Whatever lines the data contains, output all of them unchanged.

- Opening Delimiter -

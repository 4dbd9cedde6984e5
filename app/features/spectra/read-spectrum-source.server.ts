import { createHash } from "node:crypto";
import { and, eq, sql } from "drizzle-orm";
import { spectra, stones } from "#app/db/schema/index.ts";
import { AppError } from "#app/domain/app-error.ts";
import type { LabContext } from "#app/features/lab-context.ts";
import { requireRole } from "#app/features/require-role.ts";
import { hasOwnOpenCheck } from "#app/features/second-checks/own-open-check.ts";

/** The file of a measured spectrum as it came, or an error. */
export async function readSpectrumSource(ctx: LabContext, { stoneCode, sequence }: { stoneCode: string; sequence: number }): Promise<{ bytes: Buffer; fileName: string }> {
  requireRole(ctx, "readings.read");
  const [row] = await ctx.db
    .select({ fileKey: spectra.fileKey, fileName: spectra.fileName, sha256: spectra.sha256 })
    .from(stones)
    .innerJoin(spectra, and(eq(spectra.laboratoryId, stones.laboratoryId), eq(spectra.stoneId, stones.id)))
    .where(and(eq(stones.laboratoryId, ctx.laboratoryId), eq(stones.code, stoneCode), eq(spectra.sequence, sequence), sql`not ${hasOwnOpenCheck(ctx.actorId)}`));
  if (!row) throw new AppError("not_found", "There is no such spectrum.");
  const bytes = await ctx.services.uploads.get(row.fileKey).catch((error: unknown) => {
    throw new AppError("unavailable", "The file cannot be fetched just now. Try again in a minute.", { cause: error });
  });
  if (!createHash("sha256").update(bytes).digest().equals(row.sha256)) throw new Error(`spectrum ${sequence} of ${stoneCode} is not what was put away`);
  return { bytes, fileName: row.fileName };
}
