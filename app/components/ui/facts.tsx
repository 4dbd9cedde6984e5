import type { ReactNode } from "react";

type Fact = { name: string; value: ReactNode; isMono?: boolean };

/** Pairs of a name and what is so, as a definition list. Empty values are left out. `isRuled` draws a line under each, as on a report. */
export function Facts({ rows, isRuled = false, className = "" }: { rows: readonly Fact[]; isRuled?: boolean; className?: string }) {
  const shown = rows.filter(({ value }) => value !== null && value !== undefined && value !== "");
  return (
    <dl className={`grid ${isRuled ? "" : "gap-y-1.5"} ${className}`}>
      {shown.map(({ name, value, isMono }) => (
        <div key={name} className={`grid grid-cols-[minmax(6.5rem,2fr)_5fr] gap-x-4 ${isRuled ? "border-b border-rule py-2" : ""}`}>
          <dt className="text-ink-3">{name}</dt>
          <dd className={`min-w-0 break-words ${isMono ? "font-mono" : ""}`}>{value}</dd>
        </div>
      ))}
    </dl>
  );
}
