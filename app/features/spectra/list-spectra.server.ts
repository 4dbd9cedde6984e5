import { and, asc, eq, sql } from "drizzle-orm";
import { alias } from "drizzle-orm/mysql-core";
import { spectra, stones, users } from "#app/db/schema/index.ts";
import type { LabContext } from "#app/features/lab-context.ts";
import { requireRole } from "#app/features/require-role.ts";
import { hasOwnOpenCheck } from "#app/features/second-checks/own-open-check.ts";

const withdrawers = alias(users, "withdrawers");

/** A stone's measured spectra as they are shown, withdrawn ones in their places; none to somebody whose check of it is open. */
export async function listSpectra(ctx: LabContext, { stoneCode }: { stoneCode: string }) {
  requireRole(ctx, "readings.read");
  const rows = await ctx.db
    .select({
      sequence: spectra.sequence,
      note: spectra.note,
      fileName: spectra.fileName,
      sizeBytes: spectra.sizeBytes,
      format: spectra.format,
      title: spectra.title,
      kind: spectra.kind,
      xUnit: spectra.xUnit,
      yUnit: spectra.yUnit,
      isUnitAssumed: spectra.isUnitAssumed,
      pointCount: spectra.pointCount,
      firstX: spectra.firstX,
      lastX: spectra.lastX,
      curve: spectra.curve,
      peaks: spectra.peaks,
      notes: spectra.notes,
      createdAt: spectra.createdAt,
      createdBy: users.name,
      isOwn: sql<number>`${spectra.createdBy} = ${sql.param(ctx.actorId, spectra.createdBy)}`,
      withdrawnAt: spectra.withdrawnAt,
      withdrawnBy: withdrawers.name,
      withdrawnReason: spectra.withdrawnReason,
    })
    .from(stones)
    .innerJoin(spectra, and(eq(spectra.laboratoryId, stones.laboratoryId), eq(spectra.stoneId, stones.id)))
    .innerJoin(users, eq(users.id, spectra.createdBy))
    .leftJoin(withdrawers, eq(withdrawers.id, spectra.withdrawnBy))
    .where(and(eq(stones.laboratoryId, ctx.laboratoryId), eq(stones.code, stoneCode), sql`not ${hasOwnOpenCheck(ctx.actorId)}`))
    .orderBy(asc(spectra.sequence));
  return rows.map(({ isOwn, withdrawnAt, withdrawnBy, withdrawnReason, ...row }) => ({
    ...row,
    isOwn: Boolean(Number(isOwn)),
    withdrawal: withdrawnAt && { at: withdrawnAt, by: withdrawnBy ?? "", reason: withdrawnReason },
  }));
}
export type SpectrumItem = Awaited<ReturnType<typeof listSpectra>>[number];
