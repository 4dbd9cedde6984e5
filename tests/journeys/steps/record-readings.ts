import type { Page } from "playwright-core";

const tests = { refractometer: "Refractometer", polariscope: "Polariscope", density: "Density", weight: "Weight", dimensions: "Dimensions", free: "Observation" } as const;
type Reading = { test: keyof typeof tests; fields: Record<string, string>; choices?: Record<string, string>; ticks?: string[]; note?: string };

/** What a purplish red corundum of 2.143 ct shows. */
export const corundumReadings: readonly Reading[] = [
  { test: "weight", fields: { Weight: "2.143" } },
  { test: "dimensions", fields: { Length: "8.41", Width: "6.90", Depth: "4.52" } },
  { test: "refractometer", fields: { "Low edge": "1,762", "High edge": "1,770" }, ticks: ["Extremes of a full rotation"] },
  { test: "polariscope", fields: { "Directions tried": "3" }, choices: { "In a full turn": "blinks", "Interference figure": "uniaxial", Sign: "-" } },
  { test: "density", fields: { "In air": "2.143", "In water": "1.608", Water: "21.4" } },
  { test: "free", fields: { "What was seen": "Curved striae and gas bubbles under 40×" } },
];

/** On a bench that is open. Every reading is recorded by its own form and seen in the table of readings. */
export async function recordReadings(page: Page, readings: readonly Reading[]): Promise<void> {
  for (const { test, fields, choices = {}, ticks = [] } of readings) {
    await page.getByRole("navigation", { name: "Test" }).getByRole("link", { name: new RegExp(`^${tests[test]}`) }).click();
    const form = page.locator("form").filter({ has: page.locator(`input[name=kind][value=${test}]`) });
    for (const [label, value] of Object.entries(fields)) await form.getByLabel(new RegExp(`^${label}`)).first().fill(value);
    for (const [label, value] of Object.entries(choices)) await form.getByLabel(new RegExp(`^${label}`)).first().selectOption(value);
    for (const label of ticks) await form.getByLabel(label).check();
    const rows = page.getByRole("region", { name: /Readings|Your readings/ }).getByRole("row");
    const before = await rows.count();
    await form.getByRole("button", { name: "Record" }).click();
    await rows.nth(before === 0 ? 1 : before).waitFor();
  }
}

- Closing Delimiter -

= ANSWER =
repository 4dbd9cedde6984e5
filename app/features/spectra/read-spectrum-source.server.ts
import { createHash } from "node:crypto";
import { and, eq, sql } from "drizzle-orm";
import { spectra, stones } from "#app/db/schema/index.ts";
import { AppError } from "#app/domain/app-error.ts";
import type { LabContext } from "#app/features/lab-context.ts";
import { requireRole } from "#app/features/require-role.ts";
import { hasOwnOpenCheck } from "#app/features/second-checks/own-open-check.ts";

/** The file of a measured spectrum as it came, or an error. */
export async function readSpectrumSource(ctx: LabContext, { stoneCode, sequence }: { stoneCode: string; sequence: number }): Promise<{ bytes: Buffer; fileName: string }> {
  requireRole(ctx, "readings.read");
  const [row] = await ctx.db
    .select({ fileKey: spectra.fileKey, fileName: spectra.fileName, sha256: spectra.sha256 })
    .from(stones)
    .innerJoin(spectra, and(eq(spectra.laboratoryId, stones.laboratoryId), eq(spectra.stoneId, stones.id)))
    .where(and(eq(stones.laboratoryId, ctx.laboratoryId), eq(stones.code, stoneCode), eq(spectra.sequence, sequence), sql`not ${hasOwnOpenCheck(ctx.actorId)}`));
  if (!row) throw new AppError("not_found", "There is no such spectrum.");
  const bytes = await ctx.services.uploads.get(row.fileKey).catch((error: unknown) => {
    throw new AppError("unavailable", "The file cannot be fetched just now. Try again in a minute.", { cause: error });
  });
  if (!createHash("sha256").update(bytes).digest().equals(row.sha256)) throw new Error(`spectrum ${sequence} of ${stoneCode} is not what was put away`);
  return { bytes, fileName: row.fileName };
}
filename app/components/ui/facts.tsx
repository 4dbd9cedde6984e5
import type { ReactNode } from "react";

type Fact = { name: string; value: ReactNode; isMono?: boolean };

/** Pairs of a name and what is so, as a definition list. Empty values are left out. `isRuled` draws a line under each, as on a report. */
export function Facts({ rows, isRuled = false, className = "" }: { rows: readonly Fact[]; isRuled?: boolean; className?: string }) {
  const shown = rows.filter(({ value }) => value !== null && value !== undefined && value !== "");
  return (
    <dl className={`grid ${isRuled ? "" : "gap-y-1.5"} ${className}`}>
      {shown.map(({ name, value, isMono }) => (
        <div key={name} className={`grid grid-cols-[minmax(6.5rem,2fr)_5fr] gap-x-4 ${isRuled ? "border-b border-rule py-2" : ""}`}>
          <dt className="text-ink-3">{name}</dt>
          <dd className={`min-w-0 break-words ${isMono ? "font-mono" : ""}`}>{value}</dd>
        </div>
      ))}
    </dl>
  );
}
filename app/features/spectra/list-spectra.server.ts
repository 4dbd9cedde6984e5
import { and, asc, eq, sql } from "drizzle-orm";
import { alias } from "drizzle-orm/mysql-core";
import { spectra, stones, users } from "#app/db/schema/index.ts";
import type { LabContext } from "#app/features/lab-context.ts";
import { requireRole } from "#app/features/require-role.ts";
import { hasOwnOpenCheck } from "#app/features/second-checks/own-open-check.ts";

const withdrawers = alias(users, "withdrawers");

/** A stone's measured spectra as they are shown, withdrawn ones in their places; none to somebody whose check of it is open. */
export async function listSpectra(ctx: LabContext, { stoneCode }: { stoneCode: string }) {
  requireRole(ctx, "readings.read");
  const rows = await ctx.db
    .select({
      sequence: spectra.sequence,
      note: spectra.note,
      fileName: spectra.fileName,
      sizeBytes: spectra.sizeBytes,
      format: spectra.format,
      title: spectra.title,
      kind: spectra.kind,
      xUnit: spectra.xUnit,
      yUnit: spectra.yUnit,
      isUnitAssumed: spectra.isUnitAssumed,
      pointCount: spectra.pointCount,
      firstX: spectra.firstX,
      lastX: spectra.lastX,
      curve: spectra.curve,
      peaks: spectra.peaks,
      notes: spectra.notes,
      createdAt: spectra.createdAt,
      createdBy: users.name,
      isOwn: sql<number>`${spectra.createdBy} = ${sql.param(ctx.actorId, spectra.createdBy)}`,
      withdrawnAt: spectra.withdrawnAt,
      withdrawnBy: withdrawers.name,
      withdrawnReason: spectra.withdrawnReason,
    })
    .from(stones)
    .innerJoin(spectra, and(eq(spectra.laboratoryId, stones.laboratoryId), eq(spectra.stoneId, stones.id)))
    .innerJoin(users, eq(users.id, spectra.createdBy))
    .leftJoin(withdrawers, eq(withdrawers.id, spectra.withdrawnBy))
    .where(and(eq(stones.laboratoryId, ctx.laboratoryId), eq(stones.code, stoneCode), sql`not ${hasOwnOpenCheck(ctx.actorId)}`))
    .orderBy(asc(spectra.sequence));
  return rows.map(({ isOwn, withdrawnAt, withdrawnBy, withdrawnReason, ...row }) => ({
    ...row,
    isOwn: Boolean(Number(isOwn)),
    withdrawal: withdrawnAt && { at: withdrawnAt, by: withdrawnBy ?? "", reason: withdrawnReason },
  }));
}
export type SpectrumItem = Awaited<ReturnType<typeof listSpectra>>[number];
repository 4dbd9cedde6984e5
filename tests/journeys/steps/record-readings.ts
import type { Page } from "playwright-core";

const tests = { refractometer: "Refractometer", polariscope: "Polariscope", density: "Density", weight: "Weight", dimensions: "Dimensions", free: "Observation" } as const;
type Reading = { test: keyof typeof tests; fields: Record<string, string>; choices?: Record<string, string>; ticks?: string[]; note?: string };

/** What a purplish red corundum of 2.143 ct shows. */
export const corundumReadings: readonly Reading[] = [
  { test: "weight", fields: { Weight: "2.143" } },
  { test: "dimensions", fields: { Length: "8.41", Width: "6.90", Depth: "4.52" } },
  { test: "refractometer", fields: { "Low edge": "1,762", "High edge": "1,770" }, ticks: ["Extremes of a full rotation"] },
  { test: "polariscope", fields: { "Directions tried": "3" }, choices: { "In a full turn": "blinks", "Interference figure": "uniaxial", Sign: "-" } },
  { test: "density", fields: { "In air": "2.143", "In water": "1.608", Water: "21.4" } },
  { test: "free", fields: { "What was seen": "Curved striae and gas bubbles under 40×" } },
];

/** On a bench that is open. Every reading is recorded by its own form and seen in the table of readings. */
export async function recordReadings(page: Page, readings: readonly Reading[]): Promise<void> {
  for (const { test, fields, choices = {}, ticks = [] } of readings) {
    await page.getByRole("navigation", { name: "Test" }).getByRole("link", { name: new RegExp(`^${tests[test]}`) }).click();
    const form = page.locator("form").filter({ has: page.locator(`input[name=kind][value=${test}]`) });
    for (const [label, value] of Object.entries(fields)) await form.getByLabel(new RegExp(`^${label}`)).first().fill(value);
    for (const [label, value] of Object.entries(choices)) await form.getByLabel(new RegExp(`^${label}`)).first().selectOption(value);
    for (const label of ticks) await form.getByLabel(label).check();
    const rows = page.getByRole("region", { name: /Readings|Your readings/ }).getByRole("row");
    const before = await rows.count();
    await form.getByRole("button", { name: "Record" }).click();
    await rows.nth(before === 0 ? 1 : before).waitFor();
  }
}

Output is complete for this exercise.